Landespressekonferenz NRW: Studie deckt massiven Medikamentenmissbrauch an Kindern auf – auch Verschickungskinder betroffen
Düsseldorf/Bonn, 11. September 2025.
Am 10. September stellte die Landesregierung Nordrhein-Westfalen im Landtag eine umfassende wissenschaftliche Studie zum missbräuchlichen Einsatz von Medikamenten an Kindern und Jugendlichen bis 1980 vor. Die Ergebnisse sind erschütternd – und sie berühren unmittelbar auch die Geschichte der Kinderverschickungen.
Viele Kinder, die zur Erholung verschickt wurden, landeten in Heimen, in denen nicht Fürsorge, sondern Gewalt, Entwürdigung und systematischer Medikamentenmissbrauch an der Tagesordnung waren.
Vereinsvorsitzender Detlef Lichtrauter auf dem Podium der Landespressekonferenz
Als Vertreter der Verschickungskinder war Detlef Lichtrauter, Vorstandsvorsitzender des AKV-NRW e.V., eingeladen, auf dem Podium der Landespressekonferenz zu sprechen. Lichtrauter war selbst als 12-jähriger Junge in das Kindersanatorium Haus Bernward in Bonn-Oberkassel verschickt worden – ein Heim, das auch in der Studie Erwähnung findet. Dort sollen Kinder „bis zum Umfallen“ sediert worden sein.

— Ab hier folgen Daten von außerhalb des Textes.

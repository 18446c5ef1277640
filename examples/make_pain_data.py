"""Generate the ordinal worked example's data: ``examples/pain_interference.csv``.

The scenario is INVENTED for this package's worked example; no real patient, clinic or
study is behind it. 150 patients starting a pain programme answer one question in each of
five monthly visits: "How much did pain interfere with your daily activities in the past
week?", on five categories from "not at all" to "extremely". The answer is the category in
which a latent interference score falls (an ordered probit). That score follows the hybrid of
growth and carry-over (the ``alt`` model, residual variances equal over visits): each patient
has an own level and monthly trend (most improve), and last month's interference carries
over with a lag of 0.35. Some patients leave the programme early (monotone dropout).

The data come from ``bl.simulate`` with a fixed seed, so running this script again
reproduces the shipped CSV exactly::

    python examples/make_pain_data.py
"""

from pathlib import Path

import bayeslong as bl

SEED = 20261202
N_UNITS, N_WAVES = 150, 5
CATEGORIES = ["not at all", "a little", "moderately", "quite a bit", "extremely"]

#: True values on the latent scale (the probit error has variance 1; the first threshold,
#: between "not at all" and "a little", is 0 by definition: model/thresholds.py).
TRUE_PARAMS = {
    "initial_mean": 1.6,            # first visit: most patients report moderate interference
    "initial_var": 0.8,
    "level_mean": 1.0,              # with the lag below, a steady state near 1.5
    "slope_mean": -0.2,             # interference falls by 0.2 latent units a month
    "lag": 0.35,                    # carry-over from last month's interference
    "level_var": 0.4,
    "slope_var": 0.03,
    "level_slope_cov": -0.03,
    "initial_level_cov": 0.2,
    "initial_slope_cov": 0.0,
    "resid_var": 0.3,
    "threshold[interference,2]": 0.9,   # a little | moderately
    "threshold[interference,3]": 1.8,   # moderately | quite a bit
    "threshold[interference,4]": 2.8,   # quite a bit | extremely
}


def make(path: Path) -> None:
    """Simulate the panel and write it to ``path`` as CSV, categories as their labels."""
    df = bl.simulate(bl.model("alt", residuals="equal"), TRUE_PARAMS, N_UNITS, N_WAVES,
                     seed=SEED, outcomes=["interference"], categorical={"interference": 5},
                     missing={"dropout": 0.05})
    df = df.rename(columns={"unit": "patient", "wave": "visit"})
    df["interference"] = df["interference"].map(
        lambda c: None if c != c else CATEGORIES[int(c) - 1])
    df.to_csv(path, index=False)


if __name__ == "__main__":
    out = Path(__file__).with_name("pain_interference.csv")
    make(out)
    print(f"wrote {out}")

„Für uns Betroffene ist diese Studie schmerzhaft, aber auch notwendig“, betonte Lichtrauter. „Sie zeigt, dass das, was wir erlebt haben, kein Einzelfall war, sondern Teil eines Systems.“
Medikamente zur Kontrolle statt zur Heilung
Die Studie macht deutlich:
- Medikamente wurden systematisch eingesetzt, um Kinder ruhigzustellen und den Heimbetrieb zu erleichtern.

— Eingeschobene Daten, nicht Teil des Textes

def _measure(cells, ca, ck, av, lay, inc_m, inc_l, excess, contrast, samples, mid, e, lc, bc, pix_rad,
             tslot, td, tde, tres, tae, dav_min, min_front):
    """Position, size, distance, added extinction, tracers and significance of one region."""
    a, k = ca[cells], ck[cells]
    k_lo, k_hi = int(k.min()), int(k.max()) + 1                   # edges bounding the region's range
    members = np.unique(a)
    w = np.maximum(excess[a, k], 0.0)
    col = np.bincount(np.searchsorted(members, a), w, members.size)  # excess column per member pixel
    peak = members[np.argmax(col)]
    # the mode: centre, extent, distance, depth
    cl, cb, rms = _weighted_sky(lc[members], bc[members], np.maximum(col, 1e-12))
    extent = np.sqrt(rms**2 + pix_rad**2 / 4.0)
    wsum = max(float(w.sum()), 1e-12)
    dist = float(np.sum(w * mid[k]) / wsum)
    depth = float(np.sqrt(np.sum(w * ((mid[k] - dist) ** 2 + ((e[k + 1] - e[k]) ** 2) / 12.0)) / wsum))
    # added extinction through the peak pixel over the region's range: the mode and every sample
    lay_step = lay[peak, k_hi] - lay[peak, k_lo]
    delta = float(av[peak, k_hi] - av[peak, k_lo] - lay_step)
    s = samples[peak]                                             # (E, S)
    delta_s = (av[peak, k_hi] + s[k_hi]) - (av[peak, k_lo] + s[k_lo]) - lay_step
    q16, q84 = np.percentile(delta_s, [16, 84])
    model_significance = _probability(delta, delta_s, dav_min)
    significance = model_significance
    # tracers in the footprint (counted) and in its core (the bracket): who shows the feature's extinction
    in_fp = np.isin(tslot, members[col >= _FOOTPRINT_FRACTION * col.max()])
    ts = tslot[in_fp]
    fore = av[ts, k_lo] - lay[ts, k_lo]                           # model's excess in front of the region
    col_t = (av[ts, k_hi] - av[ts, k_lo]) - (lay[ts, k_hi] - lay[ts, k_lo])
    shows = tres[in_fp] > fore + 0.5 * np.maximum(col_t, 0.0)
    d_t, de_t = td[in_fp], tde[in_fp]
    # the distance: the tracers' step likelihood (see step 6 of the module notes), where two or more
    # tracers of the footprint can place it; else the excess-weighted distance of the mode
    if ts.size >= 2:
        lo, hi = max(e[k_lo] / _REACH, e[1]), min(e[k_hi] * _REACH, e[-1])
        # y: each tracer's A_V above the layer less the model's excess at its distance outside
        # the region (other structure in front or behind); col: the region's own column at its pixel
        own_lo, own_hi = av[ts, k_lo] - lay[ts, k_lo], av[ts, k_hi] - lay[ts, k_hi]
        inside = _excess_each(av, lay, ts, e, np.clip(d_t, e[k_lo], e[k_hi])) - own_lo
        y_all = tres[in_fp] - (_excess_each(av, lay, ts, e, np.minimum(d_t, e[-1])) - inside)
        col_all = np.maximum(own_hi - own_lo, 1e-3)
        use = np.arange(ts.size)
        if ts.size > _STEP_TRACERS:  # a fixed random subset: the step's posterior is set long before
            use = np.sort(np.random.default_rng(0).choice(ts.size, _STEP_TRACERS, replace=False))
        dist, lik_sd, p_scale = _step_posterior(d_t[use], de_t[use], y_all[use], col_all[use], tae[in_fp][use], lo, hi)
        # significance: the tracers' posterior probability that the cloud adds more than
        # dav_min through the peak pixel (the model's column there, delta, times the scale)
        significance = _scale_probability(p_scale, delta, dav_min)
    else:  # the mode's distance: its spread over the samples (excess-weighted over the region's cells)
        inc_s = np.diff(av[a][:, :, None] + samples[a], axis=1)       # (n_cells_pixels, K, S)
        ws = np.maximum(inc_s[np.arange(a.size), k] - inc_l[a, k][:, None], 0.0)  # (n_cells, S)
        d_s = np.sum(ws * mid[k][:, None], axis=0) / np.maximum(ws.sum(axis=0), 1e-12)
        spread = float(np.std(d_s, ddof=1)) if d_s.size > 1 else 0.0
        lik_sd = float(np.sqrt(spread**2 + (float(np.sum(w * (e[k + 1] - e[k])) / wsum)) ** 2 / 12.0))
    n_front, n_behind = int(np.sum(~shows & (d_t < dist))), int(np.sum(shows & (d_t > dist)))
    core = np.isin(ts, members[col >= _CORE_FRACTION * col.max()])
    d_front, d_behind, bracket = _bracket(d_t[core], de_t[core], shows[core], dist, float(e[k_lo]), float(e[k_hi]))
    # the distance error: the likelihood's spread, at least what the tracers' bracket allows (the same
    # tracers inform both, so they are not added)
    dist_err = float(max(lik_sd, bracket))
    kind, upper = KIND_LOCATED, float("nan")
    if n_front < min_front:
        kind = KIND_NEARER
        reach = np.sort(d_t[shows] + 2.0 * de_t[shows])
        upper = float(reach[1] if reach.size > 1 else (reach[0] if reach.size else e[k_hi]))
    delta_max = float(np.max((av[members, k_hi] - av[members, k_lo]) - (lay[members, k_hi] - lay[members, k_lo])))
    at = dist if kind == KIND_LOCATED else upper
    return {
        "kind": kind, "l": cl, "b": cb, "extent": extent, "extent_pc": np.deg2rad(extent) * at, "depth": depth,
        "distance": dist if kind == KIND_LOCATED else np.nan, "distance_err": dist_err if kind == KIND_LOCATED else np.nan,
        "distance_upper": upper, "distance_front": d_front, "distance_behind": d_behind, "distance_near": float(e[k_lo]), "distance_far": float(e[k_hi]),
        "delta_av": delta, "delta_av_err": float(0.5 * (q84 - q16)), "delta_av_max": delta_max,
        "contrast": float(np.max(contrast[a, k])), "n_tracers": int(in_fp.sum()), "n_front": n_front,
        "n_behind": n_behind, "n_pixels": int(members.size), "n_cells": int(a.size), "significance": significance,
        "model_significance": model_significance,
        "_order": dist if kind == KIND_LOCATED else upper, "_support": int(np.sum(shows)),
    }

- Psychopharmaka und andere Mittel wurden ohne medizinische Notwendigkeit verabreicht.
- Kinder wurden zu Versuchsobjekten – ohne Aufklärung, ohne Einverständnis.
- Medikamentenmissbrauch war eng verflochten mit Gewalt, Demütigungen und entwürdigenden Praktiken.

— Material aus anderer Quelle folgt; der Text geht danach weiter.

class _Finder:
    """Recognised spellings among the columns that are neither explicit nor error columns."""

    def __init__(self, names, explicit):
        taken = set(explicit.values())
        self.candidates = [c for c in names if c not in taken and not _looks_like_error(c, names)]
        self.by_norm = {}
        for c in self.candidates:
            self.by_norm.setdefault(norm(c), c)

    def find(self, aliases, exclude=()):
        for a in aliases:
            c = self.by_norm.get(a)
            if c is not None and c not in exclude:
                return c
        return None

    def find_colour(self, exclude=()):
        """The first intrinsic-colour column (``(BP-RP)_0``, ``bp_rp0``, ...; :func:`intrinsic_color_bands`)."""
        return next((c for c in self.candidates if c not in exclude and intrinsic_color_bands(c) is not None), None)


def recognised_column(names, role, exclude=()):
    """The first of ``names`` that is a recognised spelling of ``role`` (``VALUE_ALIASES``; for
    ``"intrinsic_color"`` a colour name with an intrinsic mark), error columns and ``exclude`` aside,
    as :func:`resolve_columns` finds it; None if there is none."""
    finder = _Finder(list(names), {})
    if role == "intrinsic_color":
        return finder.find_colour(exclude)
    return finder.find(VALUE_ALIASES[role], exclude)


def _explicit_columns(table, columns, ctx, want_reddening):
    """The ``columns=`` mapping checked against the table: role -> column name as in the table."""
    if columns is None:
        columns = {}
    if not isinstance(columns, dict):
        raise param_error("columns", "a dict mapping roles to column names, e.g. {'ebv': 'E_BV'}", columns)
    names = list(table.colnames)
    lower = {}
    for c in names:
        lower.setdefault(c.lower(), c)
    explicit = {}
    for key, col in columns.items():
        if key not in COLUMN_KEYS:
            raise param_error("columns", f"a dict whose keys are among {', '.join(COLUMN_KEYS)}", key)
        if key == "name" and col is None:  # read without names (see resolve_columns)
            continue
        if col in names:
            explicit[key] = col
        elif isinstance(col, str) and col.lower() in lower:
            explicit[key] = lower[col.lower()]
        else:
            raise CatalogError(
                f"columns={{{key!r}: {col!r}}} names a column that is not in {ctx.desc}. "
                f"Columns found: {_found_text(table)}."
            )
    if not want_reddening:
        for key in REDDENING_LIKE + ("apparent_modulus",):
            if key in explicit:
                what = (
                    "An apparent modulus cannot place a target: turning it into a distance needs the "
                    "reddening, which is what is being estimated. Give a distance, a true distance modulus "
                    "or a parallax instead."
                    if key == "apparent_modulus"
                    else "Targets need positions and distances only; reddening columns are not used."
                )
                raise CatalogError(f"columns={{{key!r}: {explicit[key]!r}}}: {what}")

    return explicit


def _position_columns(table, explicit, finder, ctx):
    """``l``/``b`` or ``ra``/``dec``: the explicit pair (completed by recognition) or the first pair found."""
    by_norm = finder.by_norm
    cols = {}
    pos_keys = [k for k in ("l", "b", "ra", "dec") if k in explicit]
    if pos_keys:
        gal = any(k in explicit for k in ("l", "b"))
        equ = any(k in explicit for k in ("ra", "dec"))
        if gal and equ:
            raise CatalogError(
                "columns= names both Galactic (l/b) and equatorial (ra/dec) columns; give one pair."
            )
        pair, pairs = (("l", "b"), GALACTIC_PAIRS) if gal else (("ra", "dec"), EQUATORIAL_PAIRS)
        for i, k in enumerate(pair):
            if k in explicit:
                cols[k] = explicit[k]
            else:
                c = finder.find([p[i] for p in pairs], exclude=set(explicit.values()))
                if c is None:
                    raise CatalogError(
                        f"columns= names {pair[1 - i]!r} but no {k!r} column was found in {ctx.desc}. "
                        f"Columns found: {_found_text(table)}. Hint: add {k!r} to columns=."
                    )
                cols[k] = c
    else:
        chosen = None
        for system, pairs in (("galactic", GALACTIC_PAIRS), ("icrs", EQUATORIAL_PAIRS)):
            for pl, pb in pairs:
                if pl in by_norm and pb in by_norm:
                    chosen = (system, by_norm[pl], by_norm[pb])
                    break
            if chosen:
                break
        if chosen is None:
            raise CatalogError(
                f"No position columns found in {ctx.desc}. Columns found: {_found_text(table)}. "
                f"Needed: Galactic longitude/latitude in deg (spellings: {_spellings('l')}, ...) or ICRS "
                f"ra/dec in deg or sexagesimal (spellings: {_spellings('ra')}, ...). "
                "Hint: name them explicitly, e.g. columns={'l': 'LON', 'b': 'LAT'}."
            )
        system, c1, c2 = chosen
        if system == "galactic":
            cols["l"], cols["b"] = c1, c2
            other = [(by_norm[p], by_norm[q]) for p, q in EQUATORIAL_PAIRS if p in by_norm and q in by_norm]
            if other:
                ctx.assumptions.append(
                    f"Galactic columns ({c1!r}, {c2!r}) used; equatorial columns {other[0]!r} also present, not used"
                )
        else:
            cols["ra"], cols["dec"] = c1, c2
    return cols


def _distance_column(table, explicit, finder, ctx, want_reddening, cols, used):
    """Add the one distance-like column (distance, modulus, parallax) to ``cols``."""
    find = finder.find
    exp_dist = [k for k in DISTANCE_LIKE if k in explicit]
    if len(exp_dist) > 1:
        raise CatalogError(
            f"columns= names several distance columns ({', '.join(exp_dist)}); give only one of "
            "distance, distance_modulus, parallax, apparent_modulus."
        )
    kinds = DISTANCE_LIKE if want_reddening else ("distance", "distance_modulus", "parallax")
    if exp_dist:
        cols[exp_dist[0]] = explicit[exp_dist[0]]
    else:
        found = [(k, find(VALUE_ALIASES[k], used)) for k in kinds]
        ambiguous = find(VALUE_ALIASES["modulus"], used)
        if ambiguous is not None and not any(c for k, c in found if k != "distance" and c is not None):
            kind = getattr(ctx, "modulus_kind", None)
            if kind is None and not any(c for _, c in found):
                raise CatalogError(
                    f"Column {ambiguous!r} in {ctx.desc} is a distance modulus, but its name does not say whether "
                    "it is the true modulus mu0 or the apparent V modulus (m-M)_V = mu0 + A_V (at E(B-V) = 1.5 "
                    "the two differ by a factor 8.5 in distance). Hint: pass distance_modulus_kind='true' or "
                    "'apparent' (command line: --modulus-kind true|apparent), or name the column explicitly, "
                    "e.g. columns={'distance_modulus': ...} or columns={'apparent_modulus': ...}."
                )
            if kind is not None:
                role = "distance_modulus" if kind == "true" else "apparent_modulus"
                if role in kinds:
                    found = [(k, ambiguous if k == role else c) for k, c in found]
                    ctx.assumptions.append(
                        f"modulus column {ambiguous!r} read as the "
                        f"{'true modulus mu0' if kind == 'true' else 'apparent V modulus (m-M)_V'} "
                        f"(distance_modulus_kind={kind!r})"
                    )
                else:
                    found = [(k, c) for k, c in found]  # the apparent modulus cannot place a target
                    if not any(c for _, c in found):
                        raise CatalogError(
                            f"The only distance-like column in {ctx.desc} is {ambiguous!r}, read as an apparent V "
                            "modulus (distance_modulus_kind='apparent'). It cannot place a target: turning it into "
                            "a distance needs the reddening, which is what is being estimated. Hint: give a "
                            "distance, a true distance modulus or a parallax column."
                        )
        found = [(k, c) for k, c in found if c is not None]
        if not found:
            if not want_reddening and find(VALUE_ALIASES["apparent_modulus"], used):
                c = find(VALUE_ALIASES["apparent_modulus"], used)
                raise CatalogError(
                    f"The only distance-like column in {ctx.desc} is {c!r}, an apparent V modulus. It cannot "
                    "place a target: turning it into a distance needs the reddening, which is what is being "
                    "estimated. Hint: give a distance, a true distance modulus or a parallax column."
                )
            raise CatalogError(
                f"No distance column found in {ctx.desc}. Columns found: {_found_text(table)}. Needed one of: "
                + "; ".join(f"{KIND_LABEL[k]} ({_spellings(k)}, ...)" for k in kinds)
                + ". Hint: name it explicitly, e.g. columns={'distance': 'Dist'} (and distance_unit='kpc' if so)."
            )
        cols[found[0][0]] = found[0][1]
        if len(found) > 1:
            ctx.note(
                AssumptionWarning,
                "Several distance columns found: "
                + ", ".join(f"{c!r} ({KIND_LABEL[k]})" for k, c in found)
                + f"; using {found[0][1]!r}. Pass columns={{'{found[0][0]}': ...}} (or another key) to choose.",
            )


def _reddening_column(table, explicit, finder, ctx, cols, used):
    """Add the one reddening column (E(B-V), A_V or another colour excess) to ``cols``."""
    find, candidates = finder.find, finder.candidates
    exp_red = [k for k in REDDENING_LIKE if k in explicit]
    if len(exp_red) > 1:
        raise CatalogError(
            f"columns= names several reddening columns ({', '.join(exp_red)}); give only one of ebv, av, excess."
        )
    if exp_red:
        cols[exp_red[0]] = explicit[exp_red[0]]
    else:
        found = [(k, find(VALUE_ALIASES[k], used)) for k in ("ebv", "av")]
        found_cols = {c for _, c in found}
        exc = [
            c
            for c in candidates
            if c not in used and c not in found_cols
            and (EXCESS_NAME.match(c) or (c[:2] in ("E(", "E[") and parse_color_name(c) is not None))
            and not is_bv(parse_color_name(c))
        ]
        if exc:
            found.append(("excess", exc[0]))
        found = [(k, c) for k, c in found if c is not None]
        if not found:
            raise CatalogError(
                f"No reddening column found in {ctx.desc}. Columns found: {_found_text(table)}. Needed one of: "
                f"E(B-V) ({_spellings('ebv')}, ...); A_V ({_spellings('av')}, ...); another colour excess "
                "named like E(BP-RP) or E_J_Ks. Hint: name it explicitly, e.g. columns={'ebv': 'Red'} or "
                "columns={'excess': 'EBR'}, excess_color=('BP', 'RP')."
            )
        cols[found[0][0]] = found[0][1]
        if len(found) > 1:
            ctx.note(
                AssumptionWarning,
                "Several reddening columns found: "
                + ", ".join(f"{c!r}" for k, c in found)
                + f"; using {found[0][1]!r}. Pass columns={{'ebv': ...}}, {{'av': ...}} or {{'excess': ...}} to choose.",
            )


def _star_column(explicit, finder, ctx, cols, used):
    """Add the source star's temperature or intrinsic colour column, if any (explicit first)."""
    for key in ("temperature", "intrinsic_color"):
        if key in explicit:
            cols[key] = explicit[key]
            return
    c = finder.find(VALUE_ALIASES["temperature"], used)
    colour = finder.find_colour(used)
    if c is not None:
        cols["temperature"] = c
        if colour is not None:
            ctx.assumptions.append(f"temperature column {c!r} used for the source star; intrinsic colour "
                                   f"{colour!r} also present, not used")
    elif colour is not None:
        cols["intrinsic_color"] = colour


def _error_columns(names, explicit, cols, used):
    """Add the error column of every value column found (explicit ``*_err`` keys first)."""
    for role in list(cols):
        if role in ("name", "l", "b", "ra", "dec", "temperature", "intrinsic_color"):
            continue
        key = f"{role}_err"
        if key in explicit:
            cols[key] = explicit[key]
            continue
        pair = _find_error_pair(names, cols[role], role, used)
        if pair is not None:
            cols[key + "_low"], cols[key + "_high"] = pair
            used.update(pair)
            continue
        c = _find_error(names, cols[role], role, used)
        if c is not None:
            cols[key] = c
            used.add(c)
    for key, col in explicit.items():  # stray explicit *_err for an unused role
        if key.endswith("_err") and key[:-4] not in cols:
            raise CatalogError(
                f"columns={{{key!r}: {col!r}}} gives the error of {key[:-4]!r}, but {key[:-4]!r} is not the "
                f"column being used (using: {', '.join(f'{k}={v!r}' for k, v in cols.items())})."
            )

Nach Schätzungen waren rund 20 % aller untergebrachten Kinder betroffen.
Konkrete Heime: Aprath, Godeshöhe und Oberkassel
Besonders dokumentiert sind Fälle in den Kinderheilstätten Aprath (Kreis Mettmann), Godeshöhe (Bonn) und im Haus Bernward (Bonn-Oberkassel). Alle drei Einrichtungen sind bereits durch die Recherchen des CSP-KV-NRW (Projekt des AKV-NRW e.V.) bekannt. Viele Betroffene berichten von regelmäßigen Spritzen und Tabletten – ohne zu wissen, was ihnen verabreicht wurde.
Verbindung zur Kinderverschickung
Über zwei Millionen Kinder aus NRW wurden zwischen 1950 und 1990 verschickt. Für viele von ihnen bedeutete das nicht Erholung, sondern ein Aufenthalt in rechtsfreien Räumen voller Gewalt, Zwang und Medikamentenmissbrauch. Dass die aktuelle Studie diese Zusammenhänge nun bestätigt, ist für die Betroffenen zugleich ein schmerzhafter wie wichtiger Schritt: Sie macht sichtbar, was lange verdrängt wurde.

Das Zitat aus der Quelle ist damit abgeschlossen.